Abstract

The General Conference of the United Nations Educational, Scientific, and Cultural Organization (UNESCO) adopted the Convention on the Protection and Promotion of the Diversity of Cultural Expressions (UNESCO, 2005a) ten years ago at its 33rd session on 20 October 2005. For the last two decades, cultural diversity has been one of the key driving forces of UNESCO’s work on culture, development, and education. Although stemming from UNESCO’s paradigm of approaching culture and cultural diversity within the relatively wide scope of human activities, the 2005 Convention also restructured UNESCO’s focus on them — the arts, artistic products, and expressions of heritage are now salient: The Convention on the Protection and Promotion of the Diversity of Cultural Expressions is a legally-binding international agreement that ensures artists, cultural professionals, practitioners and citizens worldwide can create, produce, disseminate and enjoy a broad range of cultural goods, services and activities, including their own.
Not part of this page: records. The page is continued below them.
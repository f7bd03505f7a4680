import { and, eq } from "drizzle-orm";
import { beforeAll, describe, expect, it } from "vitest";
import { aircraft, bookings, flights, journalEntries, preflightRecordItems, squawks, uploads } from "@/db/schema";
import { getPreflightTemplate } from "@/db/queries/tools-preflight";
import { closeFlightSheet } from "@/lib/actions/bookings/close-flight-sheet";
import { createBooking } from "@/lib/actions/bookings/create-booking";
import { beginFlight } from "@/lib/actions/bookings/begin-flight";
import { recordPreflight } from "@/lib/actions/preflight/record-preflight";
import { saveLoading } from "@/lib/actions/tools/save-loading";
import { getWeightBalanceProfile } from "@/db/queries/tools-wb";
import { EMPTY, clubBySlug, db, form, signInAs } from "./helpers";
import { ALL_GUARDS, localAt, planeId, seedScenario, setGuards } from "./bookings-helpers";

const SLUG = "reedwater";
const PNG = Buffer.from("iVBORw0KGgoAAAANSUhEUgAAAAEAAAABCAYAAAAfFcSJAAAADUlEQVR42mP8z8BQDwAEhQGAhKmMIQAAAABJRU5ErkJggg==", "base64");

describe("weight and balance, preflight, beginning the flight and its flight sheet on one booking", () => {
  let bookingId = "";
  let aircraftId = "";

  beforeAll(async () => {
    await seedScenario();
    setGuards(SLUG, { notCurrent: "warn", inArrears: "warn" });
    const club = clubBySlug(SLUG);
    aircraftId = planeId(SLUG, "N0527L");
    signInAs("member@hangarline.test");
    const made = await createBooking(EMPTY, form({ club: SLUG, aircraftId, startsAt: localAt(club, 0, "00:00").slice(0, 10) + "T23:00", endsAt: localAt(club, 1, "02:00"), acceptedGuards: ALL_GUARDS }));
    expect(made, made.message).toMatchObject({ ok: true });
    bookingId = (made.data as { bookingId: string }).bookingId;
  });

  it("saves the loading with the booking, with both points checked", async () => {
    signInAs("member@hangarline.test");
    const club = clubBySlug(SLUG);
    const profile = getWeightBalanceProfile(db(), club.id, aircraftId)!;
    const state = await saveLoading(EMPTY, form({
      club: SLUG, bookingId, category: "normal",
      stationKey: profile.stations.map((s) => s.key), stationWeight: ["340", "0", "20"],
      tankKey: profile.tanks.map((t) => t.key), tankVolume: ["40"], burnVolume: "12",
    }));
    expect(state, state.message).toMatchObject({ ok: true });
    expect(state.message).toMatch(/within the envelope/);
    const bad = await saveLoading(EMPTY, form({ club: SLUG, bookingId, stationKey: profile.stations.map((s) => s.key), stationWeight: ["heavy", "0", "0"], tankKey: profile.tanks.map((t) => t.key), tankVolume: ["40"], burnVolume: "12" }));
    expect(bad.fieldErrors["stationWeight.0"]?.[0]).toMatch(/as a number/);
  });

  it("a preflight finding becomes a squawk with its photo, in one step", async () => {
    signInAs("member@hangarline.test");
    const club = clubBySlug(SLUG);
    const template = getPreflightTemplate(db(), club.id, aircraftId)!;
    const fields: Record<string, string | string[] | Blob> = { club: SLUG, bookingId, oilQuantity: "6", sumpPoint: template.sumpPoints, fuelTank: ["Left wing tank", "Right wing tank"], fuelQuantity: ["20", "18"] };
    template.sumpPoints.forEach((_, i) => (fields[`sump.${i}`] = "clear"));
    for (const item of template.items) fields[`result.${item.id}`] = "ok";
    const tire = template.items.find((i) => i.label.includes("tire"))!;
    fields[`result.${tire.id}`] = "finding";
    fields[`note.${tire.id}`] = "Left main tire worn to the cord on one side";
    const fd = form(fields as Record<string, string | string[]>);
    fd.append(`photos.${tire.id}`, new File([PNG], "tire.png", { type: "image/png" }));

    // Missing answers are named per item and nothing is written.
    const partial = form({ club: SLUG, bookingId, oilQuantity: "6", sumpPoint: template.sumpPoints, fuelTank: ["Left wing tank", "Right wing tank"], fuelQuantity: ["20", "18"] });
    template.sumpPoints.forEach((_, i) => partial.append(`sump.${i}`, "clear"));
    const refused = await recordPreflight(EMPTY, partial);
    expect(refused.ok).toBe(false);
    expect(refused.fieldErrors[`items.${template.items[0]!.id}.result`]?.[0]).toMatch(/OK or a finding/);

    const state = await recordPreflight(EMPTY, fd);
    expect(state, JSON.stringify(state)).toMatchObject({ ok: true });
    const { squawkIds, recordId } = state.data as { squawkIds: string[]; recordId: string };
    expect(squawkIds).toHaveLength(1);
    const squawk = db().select().from(squawks).where(eq(squawks.id, squawkIds[0]!)).get()!;
    expect(squawk).toMatchObject({ aircraftId, foundDuring: "preflight", triage: "untriaged", status: "open" });
    expect(squawk.description).toMatch(/tire, brake and strut: Left main tire worn/);
    expect(db().select().from(uploads).where(and(eq(uploads.subjectType, "Squawk"), eq(uploads.subjectId, squawk.id))).all()).toHaveLength(1);
    const item = db().select().from(preflightRecordItems).where(and(eq(preflightRecordItems.recordId, recordId), eq(preflightRecordItems.result, "finding"))).get()!;
    expect(item.squawkId).toBe(squawk.id);
  });

  it("beginning the flight confirms the record; its findings need the member's tick", async () => {
    signInAs("member@hangarline.test");
    const recordId = db().select().from(preflightRecordItems).all().at(-1)!.recordId;
    const unconfirmed = await beginFlight(EMPTY, form({ club: SLUG, bookingId, preflightRecordId: recordId }));
    expect(unconfirmed.fieldErrors.confirmPreflight?.[0]).toMatch(/Confirm/);
    // N0527L flies with a deferred landing light (14 CFR 91.213(d)): its limitation first.
    const limits = await beginFlight(EMPTY, form({ club: SLUG, bookingId, preflightRecordId: recordId, confirmPreflight: "on", acceptFindings: "on" }));
    expect(limits.fieldErrors.acceptLimitations?.join(" ")).toMatch(/No night flight/);
    const findings = await beginFlight(EMPTY, form({ club: SLUG, bookingId, preflightRecordId: recordId, confirmPreflight: "on", acceptLimitations: "on" }));
    expect(findings.fieldErrors.acceptFindings?.join(" ")).toMatch(/tire/);
    const ok = await beginFlight(EMPTY, form({ club: SLUG, bookingId, preflightRecordId: recordId, confirmPreflight: "on", acceptFindings: "on", acceptLimitations: "on" }));
    expect(ok, ok.message).toMatchObject({ ok: true });
    expect(db().select().from(bookings).where(eq(bookings.id, bookingId)).get()!).toMatchObject({ status: "dispatched", preflightRecordId: recordId });
  });

  it("closing the flight sheet logs the flight, moves the meters and posts the charge once, even when sent twice", async () => {
    signInAs("member@hangarline.test");
    const before = db().select().from(aircraft).where(eq(aircraft.id, aircraftId)).get()!;
    const hobbsOut = before.currentHobbs!;
    const tachOut = before.currentTach!;
    const fields = { club: SLUG, bookingId, hobbsOut: hobbsOut.toFixed(1), hobbsIn: (hobbsOut + 1.3).toFixed(1), tachOut: tachOut.toFixed(1), tachIn: (tachOut + 1.1).toFixed(1), fuelOut: "38", fuelIn: "27.5", timeOut: "09:05", timeIn: "10:30", dayLandings: "3", fuelAdded: "10", oilAdded: "0" };
    // A clock time that is not HH:MM is refused by name, and nothing is written.
    const badTime = await closeFlightSheet(EMPTY, form({ ...fields, timeIn: "half past ten" }));
    expect(badTime.ok).toBe(false);
    expect(badTime.fieldErrors.timeIn?.[0]).toMatch(/HH:MM/);
    const first = await closeFlightSheet(EMPTY, form(fields));
    expect(first, first.message).toMatchObject({ ok: true });
    const { flightId, chargeMinor } = first.data as { flightId: string; chargeMinor: number };
    // 1.3 Hobbs hours × $152.00 per hour (the seeded rate) = $197.60.
    expect(chargeMinor).toBe(19_760);
    const again = await closeFlightSheet(EMPTY, form(fields));
    expect(again.ok).toBe(true);
    expect(again.message).toMatch(/already closed/);

    const logged = db().select().from(flights).where(eq(flights.id, flightId)).all();
    expect(logged).toHaveLength(1);
    expect(logged[0]).toMatchObject({ aircraftId, hobbsOut, hobbsIn: Number((hobbsOut + 1.3).toFixed(1)), dayLandings: 3, fuelAdded: 10, continuity: "ok", fuelOut: 38, fuelIn: 27.5, timeOut: "09:05", timeIn: "10:30" });
    const after = db().select().from(aircraft).where(eq(aircraft.id, aircraftId)).get()!;
    expect(after.currentHobbs).toBe(Number((hobbsOut + 1.3).toFixed(1)));
    expect(after.currentTach).toBe(Number((tachOut + 1.1).toFixed(1)));
    const entries = db().select().from(journalEntries).where(and(eq(journalEntries.sourceType, "flight"), eq(journalEntries.sourceId, flightId))).all();
    expect(entries).toHaveLength(1);
    expect(db().select().from(bookings).where(eq(bookings.id, bookingId)).get()!).toMatchObject({ status: "checked_in", flightId });
  });

  it("cannot close the flight sheet of a booking whose flight never began", async () => {
    const club = clubBySlug(SLUG);
    signInAs("member@hangarline.test");
    const made = await createBooking(EMPTY, form({ club: SLUG, aircraftId, startsAt: localAt(club, 12, "10:00"), endsAt: localAt(club, 12, "11:00"), acceptedGuards: ALL_GUARDS }));
    const state = await closeFlightSheet(EMPTY, form({ club: SLUG, bookingId: (made.data as { bookingId: string }).bookingId, hobbsOut: "1.0", hobbsIn: "2.0", tachOut: "1.0", tachIn: "2.0", dayLandings: "1" }));
    expect(state.ok).toBe(false);
    expect(state.message).toMatch(/Begin the flight first/);
  });

  it("another member cannot act on the booking", async () => {
    signInAs("pilot2@hangarline.test");
    const state = await saveLoading(EMPTY, form({ club: SLUG, bookingId, stationKey: [], stationWeight: [], tankKey: [], tankVolume: [], burnVolume: "0" }));
    expect(state.ok).toBe(false);
    expect(state.message).toMatch(/Only the member on this booking/);
  });
});
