import { Button, Text } from "@react-email/components";
import { EmailLayout, buttonStyle } from "./layout";

export type DuesReminderEmailProps = {
  clubName: string;
  memberName: string;
  balance: string;
  overdue: string;
  oldestDueDate: string;
  payUrl: string;
};

export function DuesReminderEmail(p: DuesReminderEmailProps) {
  return (
    <EmailLayout preview={`${p.overdue} is overdue`} title="A friendly reminder about your account" clubName={p.clubName}>
      <Text>Hello {p.memberName}, {p.overdue} on your account with {p.clubName} is overdue; the oldest item fell due on {p.oldestDueDate}.</Text>
      <Text>Your balance is {p.balance}. If you have paid in the last few days, thank you, and please ignore this message.</Text>
      <Button href={p.payUrl} style={buttonStyle}>See your account and pay</Button>
    </EmailLayout>
  );
}
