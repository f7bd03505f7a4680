import { eq } from "drizzle-orm";
import { beforeAll, describe, expect, it } from "vitest";
import { auditLog, clubs } from "@/db/schema";
import { statementFor } from "@/db/queries/money-statements";
import { updateClubLocale } from "@/lib/actions/clubs/update-club-locale";
import { renderStatementPdf } from "@/lib/money/statement-pdf";
import { EMPTY, clubBySlug, db, form, seedOnce, signInAs } from "./helpers";

describe("the club's locale", () => {
  beforeAll(async () => {
    await seedOnce();
  });

  it("starts the euro club in de-DE and the US clubs in en-US", () => {
    expect(clubBySlug("aeroclub-silberau").locale).toBe("de-DE"); // from EUR + Europe/Berlin (common practice)
    expect(clubBySlug("reedwater").locale).toBe("en-US"); // from USD (common practice)
  });

  it("is changed by the admin, audited, and refused for a tag it does not offer", async () => {
    signInAs("admin@hangarline.test");
    const bad = await updateClubLocale(EMPTY, form({ club: "reedwater", locale: "xx-YY" }));
    expect(bad.ok).toBe(false);
    expect(bad.fieldErrors.locale?.[0]).toMatch(/Choose one of the listed locales/);
    expect(clubBySlug("reedwater").locale).toBe("en-US");

    const ok = await updateClubLocale(EMPTY, form({ club: "reedwater", locale: "en-CA" }));
    expect(ok.ok).toBe(true);
    expect(ok.message).toContain("$2,893.06"); // ECMA-402 Intl.NumberFormat, CLDR en-CA
    const club = clubBySlug("reedwater");
    expect(club.locale).toBe("en-CA");
    const audit = db().select().from(auditLog).where(eq(auditLog.clubId, club.id)).all().filter((a) => a.action === "club.settings.update");
    expect(audit.at(-1)?.after).toEqual({ locale: "en-CA" });
    db().update(clubs).set({ locale: "en-US" }).where(eq(clubs.id, club.id)).run();
  });

  it("is refused to a member who is not an admin", async () => {
    signInAs("silberau.pilot@hangarline.test");
    const refused = await updateClubLocale(EMPTY, form({ club: "aeroclub-silberau", locale: "en-US" }));
    expect(refused.ok).toBe(false);
    expect(clubBySlug("aeroclub-silberau").locale).toBe("de-DE");
  });

  it("prints the euro club's statement on A4 with its own amounts", async () => {
    const club = clubBySlug("aeroclub-silberau");
    const figures = statementFor(db(), club.id, signInAs("silberau.pilot@hangarline.test")!.id, "2026-11");
    const pdf = await renderStatementPdf({ clubName: club.name, memberName: "x", memberEmail: "x@example.test", periodLabel: "x", currency: club.currency, locale: club.locale, figures, balanceNowMinor: figures.balanceNowMinor, generatedOn: "2026-12-01" });
    expect(/\/MediaBox \[([^\]]+)\]/.exec(pdf.toString("latin1"))?.[1]?.trim()).toBe("0 0 595.28 841.89"); // ISO 216 A4
  });
});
It was adopted because the international community signalled the urgency for the implementation of international law that would recognise: The distinctive nature of cultural goods, services and activities as vehicles of identity, values and meaning; That while cultural goods, services and activities have important economic value, they are not mere commodities or consumer goods that can only be regarded as objects of trade. (UNESCO, n.d.)